Aivazovsky-father lived for a long time with his benefactor in Galicia, but due to family disagreements he moved and lived in Wallachia and Moldova, where he was engaged in trade. He perfectly knew many languages: Turkish, Armenian, Hungarian, German, Jewish, Gypsy, and almost all adverbs of the present Danube nations. Then Konstantin Aivazovsky moved in Feodosia, where he married a young Armenian beautiful girl and engaged in commercial operations, at first successfully. However, in course of time the happiness betrayed him. In 1812, as a result of the plague, Aivazovsky was broke and, having lost most of his property, soon became poor. Therefore, the childhood of his sons was spent in a very modest conditions. From that moment usually the story about Ivan Aivazovsky begins.

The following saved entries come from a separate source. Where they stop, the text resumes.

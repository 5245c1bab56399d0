// The real app in-process for supertest, against the test database, plus clients that carry the
// session cookie and the CSRF token the way the web client does.
import express, { type Router } from 'express';
import request from 'supertest';
import type { Knex } from 'knex';
import { createApp, type AppOptions, type CreatedApp } from '../../api/app';
import { loadSessionUser } from '../../api/http/auth';
import { csrfProtection } from '../../api/http/csrf';
import { usersService } from '../../api/modules/users/users.service';
import { createProjectTeam } from './factories';

export const TEST_SESSION_SECRET = 'test-session-secret-that-is-long-enough-0123456789';

export interface TestApp extends CreatedApp {
  db: Knex;
}

/** Builds the app against modewright_test (refusing any database not named *_test). */
export async function createTestApp(options: AppOptions = {}): Promise<TestApp> {
  const name = process.env.MW_DB_NAME ?? 'modewright_test';
  if (!name.endsWith('_test')) {
    throw new Error(`API tests run only against a *_test database, not "${name}".`);
  }
  process.env.MW_DB_NAME = name;
  const created = await createApp({
    sessionSecret: TEST_SESSION_SECRET,
    logRequests: false,
    sessionCleanupMs: 0,
    signinLimit: 1000,
    signinAddressLimit: 1000,
    passwordCheckLimit: 1000,
    ...options,
  });
  return created;
}

/**
 * Puts `routes` in front of the app's own /api router (after the session middleware), with the
 * CSRF check and the session user that router applies: a test can serve a module on its own
 * worker pool and watch it.
 */
export function mountBeforeApi(t: TestApp, routes: Router): void {
  const router = express.Router();
  router.use(csrfProtection);
  router.use(loadSessionUser((userId) => usersService.findById(t.db, userId)));
  router.use(routes);
  t.app.use('/api', router);
  const stack = (t.app as unknown as { router: { stack: { handle: unknown }[] } }).router.stack;
  const mine = stack.pop()!;
  // The app's own /api router is the layer whose handle has a stack of its own.
  const apiIndex = stack.findIndex(
    (l, i) => i > 0 && typeof l.handle === 'function' && 'stack' in (l.handle as object),
  );
  stack.splice(apiIndex >= 0 ? apiIndex : stack.length, 0, mine);
}

type Method = 'get' | 'post' | 'put' | 'patch' | 'delete';

/** A browser-like client: keeps cookies, sends X-CSRF-Token on every state-changing request. */
export class ApiClient {
  readonly agent: ReturnType<typeof request.agent>;
  csrfToken = '';

  constructor(readonly app: CreatedApp['app']) {
    this.agent = request.agent(app);
  }

  /** Fetches a CSRF token (this creates the anonymous session). */
  async init(): Promise<this> {
    const res = await this.agent.get('/api/auth/csrf').expect(200);
    this.csrfToken = res.body.csrfToken;
    return this;
  }

  private send(method: Method, url: string, body?: unknown) {
    const req = this.agent[method](url);
    if (method !== 'get') req.set('X-CSRF-Token', this.csrfToken);
    return body === undefined ? req : req.send(body as object);
  }

  get(url: string) {
    return this.send('get', url);
  }
  post(url: string, body?: unknown) {
    return this.send('post', url, body);
  }
  patch(url: string, body?: unknown) {
    return this.send('patch', url, body);
  }
  delete(url: string) {
    return this.send('delete', url);
  }

  /** Signs in (expecting success) and keeps the fresh token the server returns. */
  async signIn(email: string, password: string): Promise<this> {
    if (!this.csrfToken) await this.init();
    const res = await this.post('/api/auth/sign-in', { email, password });
    if (res.status !== 200) {
      throw new Error(`sign-in of ${email} failed: ${res.status} ${JSON.stringify(res.body)}`);
    }
    this.csrfToken = res.body.csrfToken;
    return this;
  }
}

/** A signed-out client that already holds a CSRF token. */
export function anonymous(app: CreatedApp['app']): Promise<ApiClient> {
  return new ApiClient(app).init();
}

export function signedIn(
  app: CreatedApp['app'],
  person: { email: string; password: string },
): Promise<ApiClient> {
  return new ApiClient(app).signIn(person.email, person.password);
}

/** The members of a project team (test/support/factories.ts createProjectTeam) by role. */
export type TeamMember = 'admin' | 'author' | 'checker' | 'principal' | 'viewer' | 'outsider';

/**
 * The common preamble of an API test file: the app, a fresh project team, and a signed-in
 * client for each member named (signed in in parallel).
 */
export async function createTeamApp<M extends TeamMember>(
  members: readonly M[],
  options: AppOptions = {},
): Promise<{
  t: TestApp;
  team: Awaited<ReturnType<typeof createProjectTeam>>;
  clients: Record<M, ApiClient>;
}> {
  const t = await createTestApp(options);
  const team = await createProjectTeam(t.db);
  const signed = await Promise.all(members.map((m) => signedIn(t.app, team[m])));
  const clients = Object.fromEntries(members.map((m, i) => [m, signed[i]!])) as Record<
    M,
    ApiClient
  >;
  return { t, team, clients };
}

/** A sheet block as a draft holds it. */
export interface DraftBlock {
  id: string;
  kind: string;
  source: string;
}

/**
 * Saves a sheet's draft as the editor does (If-Match on the draft version; fetched first when
 * not given), with four significant figures; throws unless the server answers 200.
 */
export async function saveDraft(
  client: ApiClient,
  sheetId: number,
  blocks: DraftBlock[],
  draftVersion?: number,
): Promise<void> {
  const version =
    draftVersion ?? (await client.get(`/api/sheets/${sheetId}`)).body.sheet.draftVersion;
  const res = await client.agent
    .put(`/api/sheets/${sheetId}/draft`)
    .set('X-CSRF-Token', client.csrfToken)
    .set('If-Match', `"${version}"`)
    .send({ blocks, settings: { significantFigures: 4 } });
  if (res.status !== 200) {
    throw new Error(
      `saving the draft of sheet ${sheetId} failed: ${res.status} ${JSON.stringify(res.body)}`,
    );
  }
}

/**
 * Creates a sheet in the project through the API and saves `blocks` as its draft; throws unless
 * both succeed.
 */
export async function createSheetWithDraft(
  client: ApiClient,
  projectId: number,
  sheet: { number: string; title: string },
  blocks: DraftBlock[],
): Promise<{ id: number; number: string }> {
  const res = await client.post(`/api/projects/${projectId}/sheets`, sheet);
  if (res.status !== 201) {
    throw new Error(
      `creating sheet ${sheet.number} failed: ${res.status} ${JSON.stringify(res.body)}`,
    );
  }
  await saveDraft(client, res.body.sheet.id, blocks, res.body.sheet.draftVersion);
  return { id: res.body.sheet.id, number: res.body.sheet.number };
}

The biographers of the famous marine painter write that Ivan Konstantinovich not only ardently loved people who helped him in his life, but generally attached to people and places. He had a passion for them no less than for art. And despite he spent his whole life traveling, he always returned to his native Feodosia. He was compared to a migratory bird, "looking for a freedom in one or the other side, but always returning to his homeland."
He always warmly remembered the places that he or his ancestors visited. Surely remembered and Bendery. The city mentioned in the family stories. Unknown Armenian who saved the life of his father. Bendery fortress - intersection of history, tragic and happy for the fate of the Aivazovsky family.
O. Rossolov, chief custodian of the A.V. Losev Republican Art Gallery
Actually - Count Panin. The author of the quote made historical inaccuracy.